= Arthur Rutledge (trade unionist) =

Arthur Abraham Rutledge (January 2, 1907–September 1997) was an American trade unionist.

== Early life ==
Rutledge was born Avrom Rotlieder in Lublin, Poland on January 2, 1907. He moved to the United States in 1913, where he changed his name to Arthur Rutledge. When he was 14 years old he became a cabin boy on a ship that sailed between Seattle and Alaska. In 1934 he stowed away on a ship and came to Hawaii after seeing a painting of the islands in a Seattle bar. He was sent back to Seattle to pay a $500 fine for bootlegging, but returned to Hawaii after paying his fine in 1938.

== Career ==
In 1939 Rutledge became the chief officer of the Local 5, a healthcare and hospitality union. He also worked as a bartender, and led his first successful strike in 1941. He later also headed the local Teamsters chapter. After World War II he unsuccessfully ran for office. In the 1950s Rutledge was nearly deported because he had illegally immigrated to the United States, but was allowed to remain after Hawaii businessmen spoke out on his behalf and he was pardoned by Oren Long. He became a citizen in 1960.
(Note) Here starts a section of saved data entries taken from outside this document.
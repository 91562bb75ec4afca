// Child process of bench:api: a throwaway database with the demo seed, plus 20,000 traps and
// 200,000 tests in one survey of the demo's first site, bulk-inserted through the models. Each
// test's figures and packed series are copied from a real test the demo seed imported, so the
// rows are in the stored format the app reads (many tests share a few series' bytes).
//   seed-api-worker.ts <traps> <tests>
import { Op, type CreationAttributes } from 'sequelize';
import { sequelize } from '@/lib/db';
import { Area, SourceFile, Survey, Test, TestSeries, Trap, Upload } from '@/models';
import { migrateAndSeed } from './seed';

const CHUNK = 2000;

async function main() {
  const [trapCount, testCount] = process.argv.slice(2).map(Number);
  const { analyst, site } = await migrateAndSeed();
  const areas = await Area.findAll({ where: { siteId: site.id } });
  const survey = await Survey.create({ siteId: site.id, name: 'Bench load survey', startsOn: '2025-05-01', endsOn: '2025-05-31' });
  const templates = await Test.findAll({ where: { role: 'trap', meanLevelDb: { [Op.ne]: null } }, order: [['id', 'ASC']], limit: 12 });
  const series = new Map((await TestSeries.findAll({ where: { testId: { [Op.in]: templates.map((t) => t.id) } } })).map((s) => [s.testId, s]));
  const anyFile = (await SourceFile.findOne({ where: { kind: 'file' } }))!;
  const upload = await Upload.create({ siteId: site.id, surveyId: survey.id, createdBy: analyst.id, status: 'done', filesTotal: 1, filesDone: 1, testCount, finishedAt: new Date() });
  const file = await SourceFile.create({
    uploadId: upload.id, siteId: site.id, surveyId: survey.id, containerId: null, name: 'A_bench_load.csv', entry: null, kind: 'file',
    sha256: anyFile.sha256, size: anyFile.size, status: 'processed', profileId: anyFile.profileId, duplicateOf: null, hints: [],
  });

  const t0 = performance.now();
  const firstTrapId = ((await Trap.max<number, Trap>('id')) ?? 0) + 1;
  const types = ['thermodynamic_disc', 'inverted_bucket', 'float_thermostatic', 'thermostatic_balanced_pressure'] as const;
  for (let i = 0; i < trapCount; i += CHUNK) {
    const rows: CreationAttributes<Trap>[] = [];
    for (let k = i; k < Math.min(trapCount, i + CHUNK); k++) {
      rows.push({
        id: firstTrapId + k, siteId: site.id, areaId: areas.length ? areas[k % areas.length].id : null, tag: `LD-${String(k).padStart(5, '0')}`,
        location: `Bench bay ${k % 97}`, trapType: types[k % types.length] as never, pressureBarg: 2 + (k % 12), sizeDn: 15 + 5 * (k % 4), orificeMm: null,
      });
    }
    await sequelize.transaction((transaction) => Trap.bulkCreate(rows, { transaction }));
  }
  const firstTestId = ((await Test.max<number, Test>('id')) ?? 0) + 1;
  const perTrap = Math.max(1, Math.floor(testCount / trapCount));
  const start = Date.UTC(2025, 4, 1, 6);
  for (let i = 0; i < testCount; i += CHUNK) {
    const tests: CreationAttributes<Test>[] = [];
    const blobs: CreationAttributes<TestSeries>[] = [];
    for (let k = i; k < Math.min(testCount, i + CHUNK); k++) {
      const tpl = templates[k % templates.length];
      const trapIndex = Math.floor(k / perTrap) % trapCount;
      const s = series.get(tpl.id)!;
      tests.push({
        id: firstTestId + k, siteId: site.id, surveyId: survey.id, uploadId: upload.id, sourceFileId: file.id, trapId: firstTrapId + trapIndex,
        tag: `LD-${String(trapIndex).padStart(5, '0')}`, role: tpl.role, linkedTrapTag: null, matchStatus: 'matched' as const,
        startedAt: new Date(start + k * 30_000), durationS: tpl.durationS, sampleRateHz: tpl.sampleRateHz, sampleCount: tpl.sampleCount,
        firstLine: 2, lastLine: tpl.sampleCount + 1, meanLevelDb: tpl.meanLevelDb, dutyCycle: tpl.dutyCycle, suggestedVerdict: tpl.suggestedVerdict,
        confidence: tpl.confidence, lossKgPerHour: tpl.lossKgPerHour, figures: tpl.figures,
      });
      blobs.push({ testId: firstTestId + k, levelDb: s.levelDb, temperatureC: s.temperatureC, timeOffsetsS: s.timeOffsetsS });
    }
    await sequelize.transaction(async (transaction) => {
      await Test.bulkCreate(tests, { transaction });
      await TestSeries.bulkCreate(blobs, { transaction });
    });
  }
  const seconds = (performance.now() - t0) / 1000;
  const traps = await Trap.count({ where: { siteId: site.id } });
  const stored = await Test.count({ where: { surveyId: survey.id } });
  await sequelize.close();
  console.log(JSON.stringify({ siteId: site.id, surveyId: survey.id, traps, tests: stored, insertSeconds: seconds }));
}

main().catch((err) => {
  console.error(err);
  process.exit(1);
});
Rutledge founded Unity House, a nonprofit organization that supports Hawaii's workers, in 1951. Rutledge opened the Waikiki Marina in the 1970s.

Richard Tam was elected head of the Local 5 in 1978, replacing Rutledge. In 1980 Rutledge was accused of murder, but the charge was later acquitted when a witness testified that he had lied to the police. Rutledge was then summoned to Washington DC in 1982 as part of an investigation of the relationship between the unions he led and organized crime. A Senate report concluded that organized crime had a "substantial influence" over the Local 5. Tam also filed several suits against Rutledge regarding Unity House's finances during this period. No longer head of the Local 5, Rutledge turned his focus to expanding the Teamster's union.

Rutledge's son Tony became head of the Local 5 in 1986, and took control of Unity House in 1990. Art Rutledge died in 1997.